Some time ago I was on a call with IBF board members discussing situations where social media data signals rapid changes in demand for a product. These data might include some favorable online reviews of products or a celebrity mentioning a certain product, leading to a rise in demand. These are great “predictive” downstream demand signals, but since they cause very rapid spikes in demand, current forecasting processes could not incorporate the information quickly enough to act upon it. I blurted out “We need to start thinking about Quick Response Forecasting techniques”, making up the term on the spot.
Since then, Quick Response Forecasting (QRF) has gained a lot of traction among forward-thinking Demand Planners and Forecasters, and I recently wrote a detailed piece on it in the Journal Of Business Forecasting. Now we are at the point where demand planning organziations can identify very real applications for QRF in their own companies, and develop a framework to turn advance knowledge of changes into meeting spikes in demand with sufficient supply.
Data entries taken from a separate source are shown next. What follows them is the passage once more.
@pytest.mark.parametrize("prefetched", [False, True])
def test_rows_not_signed_by_this_user_are_not_used_whether_prefetched_or_not(tmp_path, prefetched):
    # A row whose signature is not this user's is not used: its files are checked again.
    scope, paths = b"s" * 32, {"a/1.yaml": tmp_path / "a/1.yaml"}
    for tampered in (False, True):
        folder = tmp_path / f"cache-{tampered}"
        with VerifyCache.open(folder) as cache:
            cache.keep_file(scope, "a/1.yaml", ("key", 1), ("outcome", 1), paths)
        if tampered:
            with sqlite3.connect(folder / DATABASE) as db:
                db.execute("UPDATE files SET mac = ?", (b"\0" * 32,))
            db.close()
        with VerifyCache.open(folder) as cache:
            if prefetched:
                cache.prefetch(scope)
            assert cache.file(scope, "a/1.yaml", ("key", 1), paths) == (None if tampered else ("outcome", 1))


def _kept_under(folder: Path, root: Path, scope: bytes) -> list[str]:
    """Keep, in the cache at ``folder``, an outcome naming its own file's path for each of three folders' files."""
    paths = PathsUnder(root)
    rels = ["a/1.yaml", "b/1.yaml", "c/1.yaml"]
    with VerifyCache.open(folder) as cache:
        for rel in rels:
            cache.keep_file(scope, rel, ("key", 1), ("outcome of", paths[rel]), paths)
    return rels


def test_folders_loaded_ahead_give_what_loading_them_when_asked_gives(tmp_path, monkeypatch):
    # A build loads what the cache keeps while a helper lists the files, until the helper is done; a folder
    # loaded ahead is not loaded again, and gives each file's path as the run names it.
    folder, scope, root = tmp_path / "cache", b"s" * 32, tmp_path / "catalogue"
    rels = _kept_under(folder, root, scope)
    loads: list[bytes] = []
    real = store_module.loads
    monkeypatch.setattr(store_module, "loads", lambda data, paths: loads.append(data) or real(data, paths))
    with VerifyCache.open(folder) as cache:
        cache.prefetch(scope, PathsUnder(root), until=lambda: len(loads) == 2)  # the helper is done after two
        assert len(loads) == 2
        paths = PathsUnder(root, {rel: root / rel for rel in rels})
        for rel in rels:
            assert cache.file(scope, rel, ("key", 1), paths) == ("outcome of", root / rel)
        assert len(loads) == 3  # the third folder, not loaded ahead, was loaded when asked for


def test_folders_loaded_ahead_under_another_root_are_loaded_again(tmp_path, monkeypatch):
    folder, scope = tmp_path / "cache", b"s" * 32
    rels = _kept_under(folder, tmp_path / "catalogue", scope)
    elsewhere = tmp_path / "elsewhere"
    with VerifyCache.open(folder) as cache:
        cache.prefetch(scope, PathsUnder(tmp_path / "catalogue"))
        # Not the root the outcomes were loaded with: each names its file as the run asking does.
        for rel in rels:
            assert cache.file(scope, rel, ("key", 1), PathsUnder(elsewhere)) == ("outcome of", elsewhere / rel)
    with VerifyCache.open(folder) as cache:
        cache.prefetch(scope, PathsUnder(tmp_path / "catalogue"))
        # Nor a plain mapping, which says nothing of its root.
        paths = {rel: elsewhere / rel for rel in rels}
        assert cache.file(scope, rels[0], ("key", 1), paths) == ("outcome of", elsewhere / rels[0])


def test_rows_not_signed_by_this_user_are_not_loaded_ahead(tmp_path):
    folder, scope, root = tmp_path / "cache", b"s" * 32, tmp_path / "catalogue"
    rels = _kept_under(folder, root, scope)
    with sqlite3.connect(folder / DATABASE) as db:
        db.execute("UPDATE files SET mac = ?", (b"\0" * 32,))
    db.close()
    with VerifyCache.open(folder) as cache:
        cache.prefetch(scope, PathsUnder(root))
        assert all(cache.file(scope, rel, ("key", 1), PathsUnder(root)) is None for rel in rels)


def test_paths_under_a_root_are_those_given_and_made_from_the_root_for_any_other(tmp_path):
    given = tmp_path / "given.yaml"
    paths = PathsUnder(tmp_path / "root", {"a.yaml": given})
    assert paths["a.yaml"] is given
    assert paths["cycles/x/1.yaml"] == tmp_path / "root" / "cycles" / "x" / "1.yaml"
    assert serial.loads(serial.dumps(("at", given), {given: "a.yaml"}), {}) == ("at", None)  # a plain mapping


def test_a_cache_folder_that_is_a_file_is_not_used(catalogue, tmp_path, cli):
    root = catalogue()
    blocker = tmp_path / "not-a-folder"
    blocker.write_text("a file\n", encoding="utf-8")
    run = cli("verify", str(root), "--cache", str(blocker))
    assert run.code == 0
    assert run.err == f"note: the cache {blocker} can be neither read nor written; it is not used\n"
    assert blocker.read_text(encoding="utf-8") == "a file\n"


# --- coverage searches ------------------------------------------------------------------------------


def test_coverage_searches_are_kept_and_a_changed_recheck_limit_searches_again(catalogue, tmp_path, searches):
    # 3x+1 on Z: every cycle with least |member| <= 1000 passes through 0, 1, -1, -5 or -17
    # (Lagarias 1985 via literature.md); the fixture lists all five, so the claim holds.
    root = catalogue()
    with_claim(root, "3x-plus-1", 1000)
    folder = tmp_path / "cache"
    cold = verified(root, folder, Limits())
    assert cold.ok and len(searches) == 1
    searches.clear()
    warm = verified(root, folder, Limits())
    assert searches == []
    assert detail(warm) == detail(cold)
    lower = Limits(recheck_up_to=500)
    partly = verified(root, folder, lower)
    assert len(searches) == 1
    assert detail(partly) == detail(verify_catalogue(root, lower))


def test_a_cycle_removed_under_a_kept_search_is_still_missed(catalogue, tmp_path, searches):
    # Same fact: the cycle through -17 (length 11) has least |member| 17 <= 1000.  The search is
    # taken from the cache; comparing it with the listed cycles is not.
    root = catalogue()
    with_claim(root, "3x-plus-1", 1000)
    folder = tmp_path / "cache"
    assert verified(root, folder, Limits()).ok
    (root / "cycles" / "3x-plus-1" / "through-minus-17.yaml").unlink()
    searches.clear()
    warm = verified(root, folder, Limits())
    assert searches == []
    assert [p.code for p in warm.errors] == ["coverage-missing-cycle"]
    assert detail(warm) == detail(verify_catalogue(root, Limits()))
QRF leverages predictive analytics, social media information, and other Big Data.
What Is Quick Response Forecasting?
Quick Response Forecasting is updating forecasts in line with ‘real’ and rapid changes in demand, both during and between planning cycles. Data sources can be POS data or unstructured data like social media comments.
Quick Response Forecasting Solves The Availability Issue In Case of Spikes In Demand
A contact of mine works for a company that sells nail polish. Lady Gaga, at one of her concerts, wore a unique color of nail polish that his company sells. Shortly thereafter, social media lit up and sales of this item went through the roof. The company and its supply chain partners ran out of the product, as well as a key ingredient that went into making it. The company was not prepared to take full advantage of the rapid change of demand for this nail polish and missed out on a significant revenue opportunity. Had QRF been employed by the company, they would have been able to react quickly enough to ensure enough inventory was available.
Quick Response Forecasting Makes Sense Of Big Data
QRF leverages predictive analytics, social media information, and other Big Data. This relates to the explosion in digital data and the enormous amount of information available about customers and product users on the World Wide Web. As data get bigger, companies are looking for techniques and methods to both find and incorporate a few key demand signals among Big Data’s noisy information deluge.
QRF is a way to maximize revenue from rapidly emerging opportunities that are happening right now, and opportunities that are likely to develop in the very near future.
Quick Response Forecasting Supports Short-Cycle Planning
Like the nail-polish demand spike mentioned above, supply chains often cannot act quickly enough to take full advantage of the opportunity that the demand signal offers. More frequent forecasting has the potential to increase forecast accuracy in terms of identifying rapid changes in demand but supply chain responsiveness may be too sluggish to take full advantage of it. For example, manufacturing managers might complain about getting whipsawed by demand forecasts that change rapidly, despite their increased accuracy.
One quote I often use with regard to planning responsiveness came from a manager who ran the S&OP process at a high-tech company. Generally, these types of companies operate ‘responsive’ rather than “efficient” supply chains. Responsive supply chains handle high-margin, high-value products.
Their major goals are less about minimizing operating costs and inventories, and more about maximizing inventory availability at the point-of sale/consumption in order to capture potential upside revenue. One thing QFR is not, is supply chain optimization.
How QFR Can Work In Practice
A typical S&OP process is a routine planning process that would be too disrupted by having to incorporate QRF, so it is not a good candidate process. QRF is needed to support teams that are specially put in place, on an ad hoc basis, to manage significant event-based and substantial demand changes like natural disasters, celebrity endorsements etc. These teams should be cross-functional and be supplemental to the S&OP process. The teams need to be quickly assembled once an on-going QRF forecasting organization detects that a demand spike or significant demand change has occurred, or is likely to occur.
Once the team is put in place, QRF forecasts for the event need to be continually provided to the quick response supply team. If forecasters ask managers whether they need QRF today, they will likely say no. They don’t want their operations to be whipsawed by frequently changing forecasts. This is why a separate and special quick-response supply process will be needed to handle each event.
If you are on the lookout for an organization to partner with to develop QRF and supply response teams, your sales organization is the best bet. The teams are focused on going after significant revenue opportunities, for which current processes are too slow to take advantage of. If you can identify highly lucrative revenue opportunities, Sales will jump at the chance to exploit it. A supply response team will be tasked with taking full advantage of an opportunity, in terms of squeezing as much revenue from it as possible.
Bottom Line: We All Need QRF To Maximize Big Data Opportunities
In short, QRF is a way to maximize revenue from rapidly emerging opportunities that are happening right now, and opportunities that are likely to develop in the very near future. It incorporates the ability to forecast unstructured data like Facebook comments or online reviews, and requires ta specialist supply team that sites apart from the standard S&OP process to respond quickly, switching supply up or down as required. In the age of Big Data where technology promises to deliver greater insight and greater revenue opportunities, QRF is exactly what we need to make it a practical reality.